The data that your receive from this evaluation is very crucial. On the other hand, when you involve your employees, they feel they are participating in the company’s development. 

To evaluate skill levels, you can use the following:

  • Surveys and evaluations.
  • Interviews with employees.
  • Feedback from performance reviews.
  • Using skills management software, like Skills DB Pro and TrackStar

4. Research future work skills

It would be best if you did more than visualize your company’s potential in the future. You have to understand where your company is heading, and to do that:

  • Consider how automation can change jobs.
  • Identify what future goals and skills might be.
  • Choose strong leaders in your industry and study global reports

5. Define future skills

you can apply only some new skills to your company

After you have an insight into what the work will look like, divide these skills into practical and substantial courses. Remember that you can apply only some new skills to your company. And they might also require an adjustment based on what you are teaching. If adopting some of these skills is a big step for some of your employees, think about changing the hiring process and consider these steps for future hiring. 

6. Look for gaps

After evaluating employees’ skills and defining your goals, you should identify the field with gaps. These gaps might already exist in your system or appear in your future business plans. 
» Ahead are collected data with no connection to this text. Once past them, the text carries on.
"""The record of a resident run, put together from its workers' parts.

Workers do not record edges: the driver unrolls the same phases once more, from the values that decided the
run, and writes whole phases of edges at a time.
"""

from __future__ import annotations

from collections.abc import Sequence
from typing import Any

import numpy as np
import pyarrow as pa

from breakstep.engine.program import Program
from breakstep.engine.resident.barriers import WORKER_ARITY
from breakstep.engine.resident.notes import producer_of
from breakstep.engine.run import RunOptions, unroller_for
from breakstep.errors import BreakstepError
from breakstep.graph.numbering import Numbering, PhaseEdges
from breakstep.graph.unroll import Need
from breakstep.profile.record import RunRecord
from breakstep.profile.schema import EDGE_KINDS, LAYOUTS
from breakstep.steps.step import Array


def gather_record(
    record: RunRecord,
    parts: Sequence[dict[str, Any]],
    program: Program,
    options: RunOptions,
    owners: Sequence[int],
    numbering: Numbering,
) -> None:
    """Add to a record what :func:`breakstep.engine.resident.remote.collect` returned for one segment.

    Parameters
    ----------
    parts : sequence of dict
        From the workers that are left; at least one.
    numbering : Numbering
        Where the segment before left off, or fresh; left where this one does.
    """
    longest = max(parts, key=lambda part: len(part["answers"]))
    is_first = len(record.threads) == 0  # every segment has the same threads
    if numbering.phases:
        numbering.go_on(max(numbering.phases))
    reached = max((max(part["tables"]["tasks"]["cycle"].to_pylist(), default=-1) for part in parts), default=-1)
    makers = _record_edges(record, program, options, owners, numbering, longest["answers"], reached)
    zeros = {part["worker"]: part["zero"] for part in parts}
    for part in parts:
        record.add_tables({n: table for n, table in part["tables"].items() if n != "threads" or is_first})
        for key, name, sender, size, packed, unpacked, sent, arrived in part["arrived"]:
            producer = _producer(key, sender, numbering, makers)
            if producer >= 0 and sender in zeros:
                moments = (sent - zeros[sender], arrived)
                row = (producer, name, sender, part["worker"], size, packed, unpacked, *moments)
                record.transfers.append(row)


def _producer(key: Any, sender: int, numbering: Numbering, makers: dict[int, int]) -> int:
    """As :func:`producer_of`; -1 also for what belongs to a phase that an unfinished run never reached."""
    try:
        return producer_of(key, sender, numbering, makers)
    except KeyError:
        return -1


def _record_edges(
    record: RunRecord,
    program: Program,
    options: RunOptions,
    owners: Sequence[int],
    numbering: Numbering,
    answers: Sequence[list[Array]],
    reached: int,
) -> dict[int, int]:
    """Unroll the run again, as far as the last cycle that a task ran in: a run that was stopped may have had far to go.

    Returns for each reduction instance the phase that made it.
    """
    edges = PhaseEdges(numbering, program.plans, owners, WORKER_ARITY)
    makers: dict[int, int] = {}
    producers, consumers, kinds = [], [], []
    phases = unroller_for(program, options).run()
    given = iter(answers)
    answer: list[Array] | None = None
    while True:
        try:
            event = phases.send(answer)
        except (StopIteration, BreakstepError):  # over, or where the run failed, this fails too
            break
        answer = None
        if isinstance(event, Need):
            answer = next(given, None)
            if answer is None:
                break
            continue
        if event.cycle > reached:
            break
        numbering.add(event)
        makers.update({making.instance: event.number for making in event.makes})
        for producer, consumer, kind in edges.into(event):
            producers.append(producer)
            consumers.append(consumer)
            kinds.append(np.full(len(producer), EDGE_KINDS.index(str(kind)), dtype=np.int32))
    if producers:
        record.edges.add_table(_table(np.concatenate(producers), np.concatenate(consumers), np.concatenate(kinds)))
    return makers


def _table(producers: Any, consumers: Any, kinds: Any) -> pa.Table:
    words = pa.DictionaryArray.from_arrays(pa.array(kinds, pa.int32()), pa.array(EDGE_KINDS))
    schema = LAYOUTS["edges"].arrow
    return pa.table([pa.array(producers), pa.array(consumers), words], schema=schema)
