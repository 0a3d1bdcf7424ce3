"""Ranks: how urgent a task is, as the longest path of measured costs that still lies ahead in its cycle.

Costs are those of the newest cycle that this worker has completed. Paths run through own tiles only: what
other workers do is not measured here. A rank decides the order of ready tasks and nothing else, so
results do not depend on it.
"""

from __future__ import annotations

from breakstep.engine.resident.plan import WorkerPlan
from breakstep.graph.unroll import Phase

Place = tuple[int, int]  # stage, iteration


class Ranks:
    """Ranks of one worker's tasks.

    Parameters
    ----------
    plan : WorkerPlan
    """

    def __init__(self, plan: WorkerPlan) -> None:
        self.plan = plan
        self._orders = len(plan.program.template.orders)
        self._costs: dict[int, dict[Place, dict[int, int]]] = {}  # cycle -> place -> tile -> ns
        self._ranks: dict[int, dict[Place, dict[int, int]]] = {}  # order -> place -> tile -> rank

    def of_phase(self, phase: Phase) -> dict[int, int]:
        """Rank of each own tile's task [ns]; empty before anything was measured."""
        ranks = self._ranks.get(phase.cycle % self._orders, {})
        place = (phase.stage.index, phase.iteration)
        while place not in ranks and place[1] > 0:  # an iteration more than the cycle before had
            place = (place[0], place[1] - 1)
        return ranks.get(place, {})

    def note(self, phase: Phase, tile: int, nanoseconds: int) -> None:
        """What a task cost."""
        cycle = self._costs.setdefault(phase.cycle, {})
        cycle.setdefault((phase.stage.index, phase.iteration), {})[tile] = nanoseconds

    def close(self, cycle: int) -> None:
        """A cycle is complete: work its ranks out, from the last phase back."""
        costs = self._costs.pop(cycle, {})
        for old in [c for c in self._costs if c < cycle]:
            del self._costs[old]
        ranks: dict[Place, dict[int, int]] = {}
        ahead: dict[int, int] = {}
        for place in reversed(costs):  # in order of first completion, which is program order for one tile
            ahead = self._before(place, costs[place], ahead)
            ranks[place] = ahead
        self._ranks[cycle % self._orders] = ranks

    def _before(self, place: Place, costs: dict[int, int], ahead: dict[int, int]) -> dict[int, int]:
        """Ranks one phase earlier: own cost and the longest path among those that follow it."""
        reach = self._reach(place[0])
        return {
            tile: costs.get(tile, 0) + max((ahead.get(n, 0) for n in (tile, *reach.get(tile, ()))), default=0)
            for tile in self.plan.tiles
        }

    def _reach(self, stage: int) -> dict[int, tuple[int, ...]]:
        """Own tiles that a stage's next readers may be: its neighbours by the widest of its own halos."""
        halos = self.plan.stage(stage).halos
        return halos[0].here if halos else {}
As soon as you identify the gaps, you can offer solutions for the company’s needs and help your business do accurate prioritization. Some examples of gaps are as below:

New employees need to gain the technical skills to work on machinery or use software that’s supposed to handle your industry for the next five years. Current employees need more information about legal expressions, which is necessary for the changing aspects of the medical or insurance industries.

It is better to work with temporary workers or freelancers if you can’t wait until new hiring comes on board with the company. They can help to fill the gaps until you hire professional and trained employees to work within your ongoing process.

Conclusion

The skill gap analysis will help companies to develop employees’ skills and train them for future changes to accomplish the company’s objectives. All organizations should plan specific strategies for improving workers’ skills, or they will be left behind in the competitive market. 

 Understanding the steps for applying a practical skills gap analysis is a significant first step, but your adventure is still ongoing. 

There are many tools and methods in the marketplace to help you apply skills gap analysis. Choosing a tool that lets you keep the standard date and monitor employees’ progress would be best. The more these tools are unbiased, the better. 

Learning and development teams who have never applied a skills gap analysis should start this process on a minor project to get used to it. For example, they can begin by analyzing the skills gaps of a small department. 

The experience that a team can gain through their first minor-scale skill gap analysis can set the principle for similar attempts at a larger scale for the entire company. You will realize the extent of the changes your company will face in the following years, so it is best to start right now.